### Task instructions
Scan the records for lines with the word "together", and copy every such line.

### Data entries
>>>>>

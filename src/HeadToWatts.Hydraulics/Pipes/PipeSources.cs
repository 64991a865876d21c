using HeadToWatts.Basis.Sources;

namespace HeadToWatts.Hydraulics.Pipes;

/// <summary>Sources of the pipe figures.</summary>
internal static class PipeSources
{
    public static readonly Source White = new(
        "white-7", SourceKind.Published, "White, F. M.", "2011", "Fluid Mechanics, 7th edition", "McGraw-Hill");

    public static readonly Source Binder = new(
        "binder-1973", SourceKind.Published, "Binder, R. C.", "1973", "Fluid Mechanics", "Prentice-Hall");

    public static readonly Source HydraulicInstitute = new(
        "hydraulic-institute", SourceKind.Published, "Hydraulic Institute", "", "Engineering Data Book", "Hydraulic Institute");

    public static readonly Source Memory = Source.Memory("typical-pipe-figures", "Pipe roughness, velocity and wall usual in practice");
}
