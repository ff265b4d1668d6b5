"""Sentences about sets of factors."""

from __future__ import annotations

from soffit.present.spec import Finding, NumberForm
from soffit.present.wording.numbers import join_names, plural, show
from soffit.study import FactorSets

__all__ = ["factor_sets_finding"]


def factor_sets_finding(found: FactorSets) -> Finding:
    """Say which set earns most, which the assets reject, and which factors the others do not span."""
    return Finding(f"{_best(found)} {_rejected(found)} {_spanned(found)}")


def _ratio(value: float) -> str:
    return show(value, NumberForm.RATIO)


def _best(found: FactorSets) -> str:
    table = found.table
    place = list(table.index).index(found.best)
    adjusted, plain = (float(table[column].iloc[place]) for column in ("sharpe_unbiased", "sharpe"))
    earned = f"{_ratio(adjusted)} a year after the bias adjustment ({_ratio(plain)} in sample)"
    if len(table) == 1:
        return f"The factors '{found.best}' earn a Sharpe ratio of {earned}."
    least = str(table["mean_abs_alpha"].idxmin())
    alpha = show(float(table["mean_abs_alpha"].min()), NumberForm.PERCENT)
    who = "it also leaves" if least == found.best else f"'{least}' leaves"
    return (
        f"Of {plural(len(table), 'factor set')}, '{found.best}' earns the highest Sharpe ratio, {earned}; {who} the "
        f"smallest mean |alpha|, {alpha} a year."
    )


def _rejected(found: FactorSets) -> str:
    size, table = show(1.0 - found.level, NumberForm.SHARE), found.table
    known = table["p"].dropna()
    if known.empty:
        return "There is no GRS test in this sample."
    rejected = [f"'{name}'" for name in known.index[known < 1.0 - found.level]]
    if not rejected:
        return f"The GRS test rejects none of them at {size}."
    if len(rejected) == len(table):
        return f"The GRS test rejects {'it' if len(table) == 1 else 'every one'} at {size}."
    return f"The GRS test rejects {join_names(rejected)} at {size}."


def _spanned(found: FactorSets) -> str:
    table, size = found.spanning_table, 1.0 - found.level
    at = show(size, NumberForm.SHARE)
    if len(table) == 1:
        verdict = "differs" if table["p"].iloc[0] < size else "does not differ"
        return f"The mean of {table.index[0]} {verdict} from zero at {at}."
    inside = [str(name) for name in table.index[table["p"] >= size]]
    if not inside:
        return f"Every factor earns an alpha on the others at {at}."
    verb = "earns" if len(inside) == 1 else "earn"
    return f"{join_names(inside)} {verb} no alpha on the other factors that differs from zero at {at}."
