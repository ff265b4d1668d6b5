"""One builder a result: what a panel displays and what a memo keeps."""

from __future__ import annotations

from collections.abc import Callable
from importlib import import_module

from soffit.errors import SettingError, nearest
from soffit.present.spec import Exhibit
from soffit.study import Study

__all__ = ["EXHIBITS", "build"]

# Key of the exhibit and the module whose function ``exhibit(study)`` builds it, in the order of a memo.
EXHIBITS: dict[str, str] = {
    "intake": "soffit.present.exhibits.intake",
    "sharpe-ratios": "soffit.present.exhibits.sharpe_ratios",
    "regression": "soffit.present.exhibits.regression",
    "many-alphas": "soffit.present.exhibits.many_alphas",
    "joint": "soffit.present.exhibits.joint",
    "ceiling": "soffit.present.exhibits.ceiling",
    "alphas-under-ceiling": "soffit.present.exhibits.alphas_under_ceiling",
    "factor-sets": "soffit.present.exhibits.factor_sets",
    "prices-of-risk": "soffit.present.exhibits.prices_of_risk",
    "hedge": "soffit.present.exhibits.hedge",
    "hedge-walk": "soffit.present.exhibits.hedge_walk",
    "hedge-costs": "soffit.present.exhibits.hedge_costs",
    "book": "soffit.present.exhibits.book",
}


def build(key: str, study: Study) -> Exhibit:
    """Build one exhibit of a study.

    Parameters
    ----------
    key : str
        One of :data:`EXHIBITS`.
    study : Study
        What it is about.

    Raises
    ------
    SettingError
        For an unknown key, with the nearest known ones.
    """
    if key not in EXHIBITS:
        raise SettingError(f"There is no exhibit '{key}'", remedy=nearest(key, EXHIBITS))
    builder: Callable[[Study], Exhibit] = import_module(EXHIBITS[key]).exhibit
    return builder(study)
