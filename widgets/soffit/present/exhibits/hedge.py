"""The hedge in its own sample: ratios, what they take away, and what each leg saves against what it costs."""

from __future__ import annotations

import numpy as np

from soffit.present.spec import (
    Axis,
    AxisScale,
    Column,
    Exhibit,
    FigureSpec,
    NumberForm,
    Orientation,
    Points,
    Role,
    Segments,
    TableSpec,
)
from soffit.present.wording.hedge import hedge_finding, rule_phrase
from soffit.present.wording.numbers import plural, show
from soffit.present.wording.sample import sample_line
from soffit.settings import HedgeBeta
from soffit.study import FactorHedge, Study

__all__ = ["MOST_ROWS", "beta_sources", "exhibit", "legs_table", "ratios_table", "volatility_figure"]

# More rows than this do not fit a page.
MOST_ROWS = 40

_BETA_SOURCES = {
    HedgeBeta.PLAIN: (),
    HedgeBeta.VASICEK: ("vasicek-1973", "lally-1998"),
    HedgeBeta.DIMSON: ("dimson-1979",),
    HedgeBeta.RIDGE: ("hoerl-kennard-1970",),
}


def beta_sources(study: Study) -> tuple[str, ...]:
    """Sources of the hedge and of the betas that the settings choose."""
    return ("johnson-1960", "ederington-1979", *_BETA_SOURCES[study.settings.hedge.beta])


def exhibit(study: Study) -> Exhibit:
    """Build the exhibit of the hedge over the whole sample."""
    hedge = study.hedge()
    tables = [ratios_table(study, hedge)]
    if hedge.legs is not None:
        tables.append(legs_table(study, hedge))
    return Exhibit(
        key="hedge",
        title="Hedges with the factors",
        sample=f"{sample_line(study)} · {rule_phrase(study)}",
        finding=hedge_finding(hedge),
        figures=(volatility_figure(study, hedge),),
        tables=tuple(tables),
        sources=beta_sources(study),
        cautions=(
            "These hedges are fitted to the returns that they hedge: what they promise is not what they deliver.",
        ),
    )


def volatility_figure(study: Study, hedge: FactorHedge) -> FigureSpec:
    """Draw the volatility of each asset before and after its hedge."""
    table = hedge.table.sort_values("effectiveness", kind="stable")
    shown = table.iloc[:MOST_ROWS]
    at = np.arange(len(shown), dtype=float)
    names = tuple(str(name) for name in shown.index)
    before, after = shown["unhedged"].to_numpy(dtype=float), shown["volatility"].to_numpy(dtype=float)
    percent = NumberForm.PERCENT
    hover = tuple(
        f"{name}: {show(row.unhedged, percent)} unhedged, {show(row.volatility, percent)} hedged, "
        f"{show(row.effectiveness, NumberForm.SHARE)} of variance taken away"
        for name, row in zip(shown.index, shown.itertuples(), strict=True)
    )
    cut = f" The {MOST_ROWS} least effective hedges of {len(table):,}." if len(table) > len(shown) else ""
    return FigureSpec(
        key="hedge-volatility",
        title="Volatility before and after the hedge",
        x=Axis("Volatility, % a year", percent),
        y=Axis("", NumberForm.TEXT, scale=AxisScale.CATEGORY, categories=names),
        marks=(
            Segments(
                "taken", at, np.minimum(before, after), np.maximum(before, after), Orientation.HORIZONTAL
            ),
            Points("unhedged", before, at, names, (Role.THIRD,), label="unhedged", selectable=True),
            Points("hedged", after, at, names, (Role.PROMISED,), hover, label="hedged", selectable=True),
        ),
        alt=(
            f"Volatility of {plural(len(shown), 'asset')} before and after the hedge; on average "
            f"{show(float(table['unhedged'].mean()), percent)} and "
            f"{show(float(table['volatility'].mean()), percent)} a year."
        ),
        footnote=f"{sample_line(study)}. {_sentence(rule_phrase(study))}{cut}",
        aspect=1.2,
    )


def _sentence(words: str) -> str:
    return f"{words[0].upper()}{words[1:]}."


def ratios_table(study: Study, hedge: FactorHedge) -> TableSpec:
    """Tabulate hedge ratios and what they promise."""
    percent, ratio = NumberForm.PERCENT, NumberForm.RATIO
    columns = (
        *(Column(f"ratio {name}", f"Sell {name}", ratio) for name in hedge.sample.factor_names),
        Column("gross", "Gross", ratio),
        Column("alpha", "Mean hedged, a year", percent),
        Column("unhedged", "Unhedged vol., a year", percent),
        Column("volatility", "Hedged vol., a year", percent),
        Column("effectiveness", "Effectiveness", NumberForm.SHARE),
        Column("appraisal", "Appraisal ratio, a year", ratio),
        Column("periods", "T", NumberForm.COUNT),
        Column("last", "Through", NumberForm.DATE),
    )
    return TableSpec(
        key="hedge-ratios",
        title="Hedge ratios",
        columns=columns,
        frame=hedge.table,
        footnote=(
            f"{sample_line(study)}. {_sentence(rule_phrase(study))} Ratios are units of a factor sold per unit of "
            "the asset, negative where bought. Effectiveness: share of variance taken away in sample. "
            "Volatilities are corrected for the degrees of freedom. A dash: nothing is left, or nothing moved."
        ),
    )


def legs_table(study: Study, hedge: FactorHedge) -> TableSpec:
    """Tabulate what each leg saves against what it costs."""
    legs = hedge.legs
    assert legs is not None
    frame = legs.reset_index("leg")
    frame["held"] = np.where(frame["held"], "held", "dropped")
    aversion = show(study.settings.hedge.risk_aversion, NumberForm.RATIO)
    columns = (
        Column("leg", "Leg", NumberForm.TEXT),
        Column("saving", "Saves, a year", NumberForm.BASIS_POINTS),
        Column("cost", "Costs, a year", NumberForm.BASIS_POINTS),
        Column("held", "", NumberForm.TEXT),
    )
    return TableSpec(
        key="hedge-legs",
        title="What each leg saves against what it costs",
        columns=columns,
        frame=frame,
        footnote=(
            f"{sample_line(study)}. Saving: the variance that the leg takes away beside all others, priced at a risk "
            f"aversion of {aversion}. Cost: a round trip a window length, and the borrow fee. The legs held are "
            "those whose subset has the lowest risk and cost together."
        ),
    )
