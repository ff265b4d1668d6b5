"""Hedges and the active book against published and independently computed values.

Evidence grades: A, printed number or other software, seen; B, printed number recalled from memory and reproduced.
"""

from __future__ import annotations

from datetime import date
from pathlib import Path

import numpy as np
import pandas as pd
import pytest

from soffit.hedge.book import make_book, with_market
from soffit.hedge.ticket import Instrument, Order, hedge_ticket
from soffit.hedge.weights import hedge_ratios
from soffit.study import Study


def _order(notional: float, ratio: float, instrument: Instrument) -> Order:
    made = hedge_ticket(
        ["asset"],
        np.array([notional]),
        np.array([[ratio]]),
        ["leg"],
        [instrument],
        as_of=date(2024, 1, 2),
        estimated_through=date(2024, 1, 1),
        longest_age=31,
    )
    return made.orders[0]


def test_jet_fuel_hedged_with_heating_oil(checks_data: Path) -> None:
    # Hull, Options, Futures and Other Derivatives, Table 3.2 and Example 3.3. Evidence A (h* and 37.03 from memory).
    frame = pd.read_csv(checks_data / "hull_jet_fuel.csv")
    spot, futures = frame[["d_spot"]].to_numpy(), frame[["d_futures"]].to_numpy()
    hedge = hedge_ratios(spot, futures)
    assert hedge.ratios[0, 0] == pytest.approx(0.7777, abs=6e-5)
    assert hedge.effectiveness[0] == pytest.approx(0.862, abs=6e-4)
    # Units of 2,000,000 gallons against contracts of 42,000: both at one dollar a gallon.
    order = _order(2_000_000, hedge.ratios[0, 0], Instrument("heating oil", 1.0, 42_000.0))
    assert -order.exact == pytest.approx(37.03, abs=6e-3)
    assert (order.side, order.contracts) == ("Sell", -37.0)


def test_index_hedge_and_tailing_the_hedge() -> None:
    # Hull: V_A 5,050,000, futures 1,010, multiplier 250, beta 1.5: 30 contracts. Evidence B.
    index = _order(5_050_000, 1.5, Instrument("index future", 1_010.0, 250.0))
    assert index.exact == pytest.approx(-30.0, abs=1e-9)
    assert index.residual == pytest.approx(0.0, abs=1e-6)
    # Tailing: V_A = 1.94 · 2,000,000, V_F = 1.99 · 42,000 = 83,580, h* = 0.7777: 36.10 contracts. Evidence B.
    oil = Instrument("heating oil", 1.99, 42_000.0)
    assert oil.contract_value == pytest.approx(83_580.0)
    assert -_order(1.94 * 2_000_000, 0.7777, oil).exact == pytest.approx(36.10, abs=6e-3)


def test_hedged_industry_of_the_sixties(french: pd.DataFrame) -> None:
    # R lm on BusEq - RF against MktRF, 1960 to 1969. Evidence A.
    part = french.loc["1960-01":"1969-12"]
    asset, market = (part["BusEq"] - part["RF"]).to_numpy()[:, None], part[["MktRF"]].to_numpy()
    hedge = hedge_ratios(asset, market)
    hedged = asset[:, 0] - market[:, 0] * hedge.ratios[0, 0]
    np.testing.assert_allclose(hedge.ratios[0], [1.19022536693311], rtol=1e-9)
    np.testing.assert_allclose(hedge.mean[0], 0.00279289742726448, rtol=1e-9)
    np.testing.assert_allclose(hedge.volatility[0], 0.0272637133491322, rtol=1e-9)
    np.testing.assert_allclose(hedge.effectiveness[0], 0.719904730333721, rtol=1e-9)
    np.testing.assert_allclose(hedged.mean(), 0.00279289742726448, rtol=1e-9)
    np.testing.assert_allclose(hedged.std(ddof=1), 0.0271489182567468, rtol=1e-9)
    # The same through the study, whose table is annual.
    study = Study.open(part[["BusEq", "RF"]], part[["MktRF"]], risk_free="RF")
    row = study.hedge().table.loc["BusEq"]
    np.testing.assert_allclose(row["ratio MktRF"], 1.19022536693311, rtol=1e-9)
    np.testing.assert_allclose(row["alpha"], 0.00279289742726448 * 12, rtol=1e-9)
    np.testing.assert_allclose(row["volatility"], 0.0272637133491322 * np.sqrt(12), rtol=1e-9)
    np.testing.assert_allclose(row["effectiveness"], 0.719904730333721, rtol=1e-9)


def test_active_portfolio_of_three_stocks() -> None:
    # Bodie, Kane, Marcus, Investments (6th ed.), chapter 27; S also from the tangency portfolio directly. Evidence B.
    alpha, beta = np.array([0.07, -0.05, 0.03]), np.array([1.6, 1.0, 0.5])
    book = make_book(alpha, np.diag([0.45, 0.32, 0.26]) ** 2, theta2=(0.08 / 0.2) ** 2)
    mix = with_market(book, beta, 0.08, 0.2)
    weights = book.scaled_to_one
    assert isinstance(weights, np.ndarray)
    np.testing.assert_allclose(weights, [1.1477, -1.6212, 1.4735], atol=6e-5)
    got = [mix.alpha, mix.beta, mix.sigma, mix.initial, mix.weight, mix.sharpe, mix.m2]
    np.testing.assert_allclose(got, [0.2056, 0.9519, 0.8262, 0.1506, 0.1495, 0.4711, 0.0142], atol=6e-5)
    assert book.sharpe == pytest.approx(0.4710893788, abs=1e-9)
    assert mix.sharpe == pytest.approx(0.4710893788, abs=1e-9)
    # The joint ceiling turned around: S² - S_m² = α'Σ⁻¹α.
    assert book.best_squared == pytest.approx(0.0619252, abs=1e-7)
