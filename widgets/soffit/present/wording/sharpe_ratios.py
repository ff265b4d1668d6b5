"""Sentences about Sharpe ratios."""

from __future__ import annotations

from soffit.estimate.statistic import NotApplicable
from soffit.present.spec import Finding, NumberForm
from soffit.present.wording.numbers import join_names, plural, show, show_range
from soffit.study import SharpeGap, SharpeTable

__all__ = ["lags_phrase", "sharpe_finding", "sharpe_gap_finding"]


def _ratio(value: float) -> str:
    return show(value, NumberForm.RATIO)


def lags_phrase(found: SharpeTable) -> str:
    """Write which errors the intervals rest on: ``Newey–West errors, 6 lags``."""
    lags = found.ratios.lags
    low, high = int(lags.min()), int(lags.max())
    return f"Newey–West errors, {plural(high, 'lag') if low == high else f'{low} to {high} lags'}"


def sharpe_finding(found: SharpeTable) -> Finding:
    """Say what the factors earn together, which assets' ratios are above zero, and what picking the best explains."""
    return Finding(" ".join(part for part in (_factors(found), _assets(found), _deflated(found)) if part))


def _factors(found: SharpeTable) -> str:
    interval, unbiased = found.factors_interval, found.factors_unbiased
    if not found.squared.width:
        return ""
    head = f"The factors' best combination earned a Sharpe ratio of {_ratio(found.factors)} a year in sample"
    if isinstance(interval, NotApplicable) or isinstance(unbiased, NotApplicable):
        return f"{head}; the sample is too short to say how surely."
    level = show(interval.level, NumberForm.SHARE)
    return (
        f"{head} ({level} interval {show_range(interval.low, interval.high, NumberForm.RATIO)}), "
        f"{_ratio(unbiased)} after taking off its upward bias."
    )


def _assets(found: SharpeTable) -> str:
    table = found.table
    assets = table[(table["role"] == "asset") & table["sharpe"].notna()]
    if assets.empty:
        return "No asset's return varies, so none has a Sharpe ratio."
    above = int((assets["low"] > 0).sum())
    best = int(assets["sharpe"].to_numpy(dtype=float).argmax())
    ratio, low, high = (
        float(value) for value in assets[["sharpe", "low", "high"]].to_numpy(dtype=float)[best]
    )
    shown = f"{_ratio(ratio)} a year ({show_range(low, high, NumberForm.RATIO)})"
    level = show(found.level, NumberForm.SHARE)
    if len(assets) == 1:
        verdict = "lies" if above else "does not lie"
        return f"The asset's Sharpe ratio of {shown} {verdict} above zero at {level}."
    if above == len(assets):
        count = f"All {above:,} assets lie"
    else:
        count = (
            f"Of {len(assets):,} assets, {f'{above:,}' if above else 'none'} {'lies' if above < 2 else 'lie'}"
        )
    return f"{count} above zero at {level}; the highest is {assets.index[best]} at {shown}."


def _deflated(found: SharpeTable) -> str:
    table = found.table
    known = table["deflated"].dropna()
    if known.empty or found.tests < 2:
        return ""
    kept = known[known > found.level].sort_values(ascending=False, kind="stable")
    names = f" ({join_names(str(name) for name in kept.index)})" if len(kept) else ""
    stays = "stays" if len(kept) == 1 else "stay"
    count = f"{len(kept):,}" if len(kept) else "none"
    return (
        f"Held against the best of {found.tests:,} trials without skill, {count} of them {stays} above it with more "
        f"than {show(found.level, NumberForm.SHARE)} probability{names}."
    )


def sharpe_gap_finding(gap: SharpeGap) -> Finding:
    """Say whether two Sharpe ratios differ."""
    test, interval = gap.bootstrap, gap.interval
    if isinstance(test, NotApplicable):
        return Finding(
            f"The Sharpe ratios of {gap.first} and {gap.second} cannot be compared: {test.reason}."
        )
    verdict = "differ" if test.pvalue < 1.0 - gap.level else "do not differ"
    return Finding(
        f"The Sharpe ratio of {gap.first} less that of {gap.second} is {_ratio(gap.difference)} a year "
        f"({show(gap.level, NumberForm.SHARE)} interval "
        f"{show_range(interval.low, interval.high, NumberForm.RATIO)}); by the studentised bootstrap they {verdict} "
        f"at {show(1.0 - gap.level, NumberForm.SHARE)} "
        f"(p = {show(test.pvalue, NumberForm.PVALUE)})."
    )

<<<<<

### Solution below
            "those whose subset has the lowest risk and cost together."
    """Say what the factors earn together, which assets' ratios are above zero, and what picking the best explains."""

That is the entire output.